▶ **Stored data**
*****
"""Step 3 of reading a DXF drawing: the profile of the chosen part(s).

:func:`build_profile` takes the part asked for or, of several parts, the only hatched one (a cut
section is drawn hatched; common practice, no source), refuses a drawing that is still
ambiguous (naming the options that choose) or that has defects in the chosen geometry (the first
defect, with its point and how to choose layers or parts), draws the loops of the chosen
part(s) as polygons at a chord tolerance tied to the mesh size
(:func:`choose_chord_tolerance`) and validates them with
:func:`warpwise.geometry.profile_from_loops`, noting what was decided on the way.
"""

from __future__ import annotations

import math
from collections import Counter
from collections.abc import Mapping, Sequence
from dataclasses import dataclass

from ...errors import ProfileError
from ...geometry.profile import Profile, default_element_size, profile_from_loops
from ..chords import arcs_for_mesh, chord_error, loop_points
from ..defects import Defect, fmt
from ..files import check_assumed_size
from ..nesting import PARTS_IN_MESSAGE, Part, choose_part, describe_part, parts_note, separate_parts_error
from ..pieces import Piece
from .layout import FRAME, JOIN_TOLERANCE, Layout, Loop

#: Chord tolerance to start from, as a fraction of the mesh size.
CHORD_PER_MESH_SIZE = 0.01
#: Finest chord tolerance chosen, as a fraction of the mesh size (keeps the polygons finite).
MIN_CHORD_PER_MESH_SIZE = 1e-7
#: Relative area the chords of all curves may change (half of the 1e-4 promised, as margin for
#: curves flattened by ezdxf).
CHORD_AREA_BUDGET = 0.5e-4


class DrawingError(ProfileError):
    """A defect of a drawing: the message, the point where it is, then advice on what to do.

    Parameters
    ----------
    message : str
        What is wrong.
    file : str, optional
        The drawing.
    where : tuple of float, optional
        Where it is, profile unit.
    advice : str
        Text after the point, e.g. how to choose a layer.

    Examples
    --------
    >>> str(DrawingError("loop 2 crosses itself", file="a.dxf", where=(1.0, 2.0),
    ...                  advice="; run 'warpwise check a.dxf'"))
    "a.dxf: loop 2 crosses itself at (1, 2); run 'warpwise check a.dxf'"

    """

    def __init__(self, message: str, *, file: str | None = None,
                 where: tuple[float, float] | None = None, advice: str = "") -> None:
        self.advice = advice
        super().__init__(message, file=file, where=where)

    def __str__(self) -> str:
        return super().__str__() + self.advice


@dataclass(frozen=True, eq=False)
class DxfProfile:
    """A profile read from a drawing, with what was decided on the way.

    Attributes
    ----------
    profile : Profile
        The validated profile.
    loop_layers : tuple of str
        Layer of each loop given to :func:`~warpwise.geometry.profile_from_loops`, in order.
    chord_tolerance : float
        Largest distance between a chord and its curve, profile unit.
    join_tolerance : float
        Joining tolerance, profile unit.
    part : int or None
        The part chosen (1-based), None for all.
    """

    profile: Profile
    loop_layers: tuple[str, ...]
    chord_tolerance: float
    join_tolerance: float
    part: int | None = None


def _layers_text(layout: Layout) -> str:
    return ", ".join(f"{s.name} ({s.holds or 'no closed geometry'})" if s.used or s.left_out
                     else f"{s.name} (not chosen)" for s in layout.layer_summaries())


def choose_chord_tolerance(loops: Sequence[Loop], pieces: Sequence[Piece], mesh_size: float) -> float:
    """Chord tolerance tied to the mesh size, made finer until the area is right.

    Starts from :data:`CHORD_PER_MESH_SIZE` times the mesh size and shrinks it until the
    chords change the area by at most :data:`CHORD_AREA_BUDGET` (:func:`chord_error`), but not
    below :data:`MIN_CHORD_PER_MESH_SIZE` times the mesh size.

    Parameters
    ----------
    loops : sequence of Loop
        The loops of the profile.
    pieces : sequence of Piece
        The pieces the loops index.
    mesh_size : float
        Mesh size, drawing unit.

    Returns
    -------
    float
        Chord (sagitta) tolerance, drawing unit.

    """
    s = CHORD_PER_MESH_SIZE * mesh_size
    floor = MIN_CHORD_PER_MESH_SIZE * mesh_size
    chains, depths = [lp.chain for lp in loops], [lp.depth for lp in loops]
    for _ in range(40):
        err = chord_error(chains, depths, pieces, s)
        if err <= CHORD_AREA_BUDGET or s <= floor:
            break
        s = max(floor, s * (max(0.05, 0.8 * CHORD_AREA_BUDGET / err) if math.isfinite(err) else 0.1))
    return s


def build_profile(layout: Layout, *, part: int | None = None, all_parts: bool = False,
                  chord_tolerance: float | None = None, mesh_size: float | None = None,
                  layer_materials: bool | Mapping[str, str] = False) -> DxfProfile:
    """The profile of a laid-out drawing.

    Parameters
    ----------
    layout : Layout
        From :func:`~warpwise.io.dxf.layout.lay_out`.
    part : int, optional
        Analyse only this part (1-based, largest area first); default the only part, else the
        only hatched part.
    all_parts : bool
        Analyse every part together as one section.
    chord_tolerance : float, optional
        Largest distance between a chord and its curve, profile unit; default
        :func:`choose_chord_tolerance` for the profile and ``mesh_size``.
    mesh_size : float, optional
        Mesh size the profile will be analysed with, profile unit (sets the chord tolerance).
    layer_materials : bool or mapping
        True: each loop's layer name becomes its material (even-odd nesting per layer, a
        region inside one of another layer is an insert). A mapping from layer to material
        name does the same with renamed materials. Default False: one material.

    Returns
    -------
    DxfProfile

    Raises
    ------
    ProfileError
        No closed loop, any defect of the chosen geometry (open chain, crossing, branching,
        truncated file), or several parts when neither ``part`` nor ``all_parts`` is given
        and not exactly one of them is hatched.
    UsageError
        A part number out of range, or both ``part`` and ``all_parts``.

    """
    d = layout.drawing
    name = d.source
    hint = f"run 'warpwise check {name}' to list and plot them"
    layer_hint = (f"; to use only some layers give --layer NAME (layers: {_layers_text(layout)})"
                  if len(d.layers) > 1 else "")
    if not layout.loops:
        raise _no_loop_error(layout, layer_hint)
    parts = layout.parts
    choose_part(parts, part, all_parts, name, holder="drawing")  # refuses a part out of range
    number = part
    if part is None and not all_parts and len(parts) > 1 and len(layout.hatched) == 1:
        number = layout.hatched[0] + 1  # the one cut section of the sheet
    chosen = parts[number - 1] if number is not None else None
    errors = _errors_of_choice(layout, chosen, bool(layer_materials))
    if errors:
        first = errors[0]
        lead = f"{len(errors)} defects ({hint}); the first: " if len(errors) > 1 else ""
        if number is not None and part is None:
            lead = (f"the section (part {number} of {len(parts)}, the only hatched part) has "
                    + (lead or "a defect: "))
        raise DrawingError(f"{lead}{first.text}", file=name, where=first.point,
                           advice=layer_hint if first.layer else "")
    if number is None and not all_parts and len(parts) > 1:
        raise _several_parts_error(layout, layer_hint)
    picked = list(chosen.loops) if chosen is not None else [k for p in parts for k in p.loops]
    area = chosen.area if chosen is not None else sum(p.area for p in parts)
    curved = sum(d.pieces[i].curved_length for k in picked for i, _ in layout.loops[k].chain.steps)
    s = _chord_tolerance(layout, picked, curved, chord_tolerance, mesh_size, area)
    loops, arcs, layers = [], [], []
    for k in picked:
        pts, loop_arcs = loop_points(layout.loops[k].chain, d.pieces, s)
        loops.append(pts)
        arcs += loop_arcs
        layers.append(layout.loops[k].layer)
    materials = None
    if layer_materials:
        table = layer_materials if isinstance(layer_materials, Mapping) else {}
        materials = [table.get(name_, name_) for name_ in layers]
    notes = _notes(layout, number, part is None, s, curved, hint)
    notes += _hatch_notes(layout, picked)
    same = 1e-9 * layout.tolerance / JOIN_TOLERANCE  # centres and radii equal to round-off
    profile = profile_from_loops(loops, materials, source=name, units=d.units.unit, notes=notes,
                                 arcs=arcs_for_mesh(arcs, same))
    if d.units.origin == "assumed":
        profile = check_assumed_size(profile)
    return DxfProfile(profile, tuple(layers), float(s), layout.tolerance, number)


def _no_loop_error(layout: Layout, layer_hint: str) -> ProfileError:
    """The error for a drawing without a closed loop, with what it does hold."""
    d = layout.drawing
    if layout.errors:
        first = layout.errors[0]
        return DrawingError(f"no closed loop found; {first.text}", file=d.source, where=first.point,
                            advice=layer_hint)
    what = "no lines, arcs or curves found" if not d.pieces else "no closed loop found"
    skipped = ", ".join(f"{n} {t}" for t, n in sorted(d.skipped.items()))
    bad = [x for x in layout.defects if x.kind in ("unreadable", "not flat")]
    extra = [f"left out, not geometry: {skipped}"] if skipped else []
    if bad:
        extra.append(f"{len(bad)} entit{'y' if len(bad) == 1 else 'ies'} could not be used, "
                     f"the first: {bad[0].text}")
    found = sum(n for t, n in d.entities.items() if t not in d.skipped)
    if d.repairs and found and not d.pieces:
        extra.append(f"ezdxf removed or repaired {len(d.repairs)} broken item(s) while reading, "
                     f"the first: {d.repairs[0]}")
    return ProfileError(what + (f" ({'; '.join(extra)})" if extra else ""), file=d.source)


def _errors_of_choice(layout: Layout, chosen: Part | None, layer_materials: bool) -> list[Defect]:
    """The errors that stop the analysis of the chosen part (None: of the whole drawing)."""
    errors = list(layout.errors)
    if layer_materials:  # loops of two materials may share an edge; their areas are checked later
        errors = [e for e in errors if not (e.kind == "crossing loops" and len(set(e.layers)) > 1)]
    if chosen is not None and errors:
        from shapely.geometry import Point, Polygon

        outer = Polygon(layout.loops[chosen.loops[0]].points).buffer(layout.tolerance)
        errors = [e for e in errors if not e.where or any(outer.covers(Point(w)) for w in e.where)]
    return errors


def _chord_tolerance(layout: Layout, picked: Sequence[int], curved: float,
                     given: float | None, mesh_size: float | None, area: float) -> float:
    """The chord tolerance given, else one for the mesh size; the joining tolerance without curves."""
    if given is not None:
        s = float(given)
    elif curved > 0:
        h = mesh_size if mesh_size else default_element_size(area)
        s = choose_chord_tolerance([layout.loops[k] for k in picked], layout.drawing.pieces, h)
    else:
        s = layout.tolerance
    if not (s > 0 and math.isfinite(s)):
        s = layout.tolerance
    return s


def _several_parts_error(layout: Layout, layer_hint: str) -> ProfileError:
    """The error for a drawing of several parts where no single hatched part is the section."""
    d = layout.drawing
    parts, hatched = layout.parts, layout.hatched
    listing = f"numbered as 'warpwise check {d.source}' lists them"
    frame = ("; the drawing frame around them is left out"
             if any(x.kind == FRAME for x in layout.defects) else "")
    if len(hatched) > 1:
        which = "; ".join(describe_part(k + 1, parts[k].bounds, parts[k].area, d.units.unit)
                          for k in hatched[:PARTS_IN_MESSAGE])
        return ProfileError(
            f"the drawing holds {len(hatched)} hatched sections ({which}) among {len(parts)} parts"
            f"{frame}; analyse one with --part N ({listing}), or every part as one section with "
            "--all-parts", file=d.source)
    return separate_parts_error(parts, d.units.unit, d.source, holder="drawing", numbering=listing,
                                why=f" and no hatch marks one as the section{frame}", advice=layer_hint)


def _notes(layout: Layout, part: int | None, asked: bool, s: float, curved: float, hint: str) -> list[str]:
    """What was decided on the way, one line each, for the profile's notes."""
    d = layout.drawing
    notes = [d.units.note]
    if curved > 0:
        notes.append(f"curves drawn as chords at most {fmt(s)} {d.units.unit} from the true curve")
    if part is not None and asked:
        notes.append(f"part {part} of {len(layout.parts)} taken as the section: the only hatched part "
                     "(a cut section is drawn hatched); choose another with --part N")
    elif (taken := parts_note(part, len(layout.parts))) is not None:
        notes.append(taken)
    if d.skipped:
        notes.append("left out (not geometry): " + ", ".join(
            f"{n} {t}" for t, n in sorted(d.skipped.items())))
    if layout.left_out:
        notes.append("left out (no closed geometry): layer " + ", ".join(sorted(layout.left_out)))
    notes += [x.text for x in layout.defects if x.kind == FRAME]
    repaired = Counter(x.kind for x in layout.defects if not x.fatal and x.kind != FRAME)
    if repaired:
        notes.append("repaired: " + ", ".join(f"{n} {k}" for k, n in sorted(repaired.items()))
                     + f" ({hint})")
    return notes


def _hatch_notes(layout: Layout, picked: Sequence[int]) -> list[str]:
    """Which loops of the profile were read from hatch boundaries alone."""
    owner = {i: h.label for h in layout.drawing.hatches for path in h.paths for i in path}
    names = sorted({owner[i] for k in picked for i, _ in layout.loops[k].chain.steps if i in owner})
    if not names:
        return []
    return [f"outline read from the boundary of {', '.join(names)} (no lines are drawn along it)"]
*****
▶ **Task objective**
Lines from the beginning of the data above through the line containing "ambiguous (naming the" are to be returned exactly, and no others.

▶ **Exercise answer**
"""Step 3 of reading a DXF drawing: the profile of the chosen part(s).

:func:`build_profile` takes the part asked for or, of several parts, the only hatched one (a cut
section is drawn hatched; common practice, no source), refuses a drawing that is still
ambiguous (naming the options that choose) or that has defects in the chosen geometry (the first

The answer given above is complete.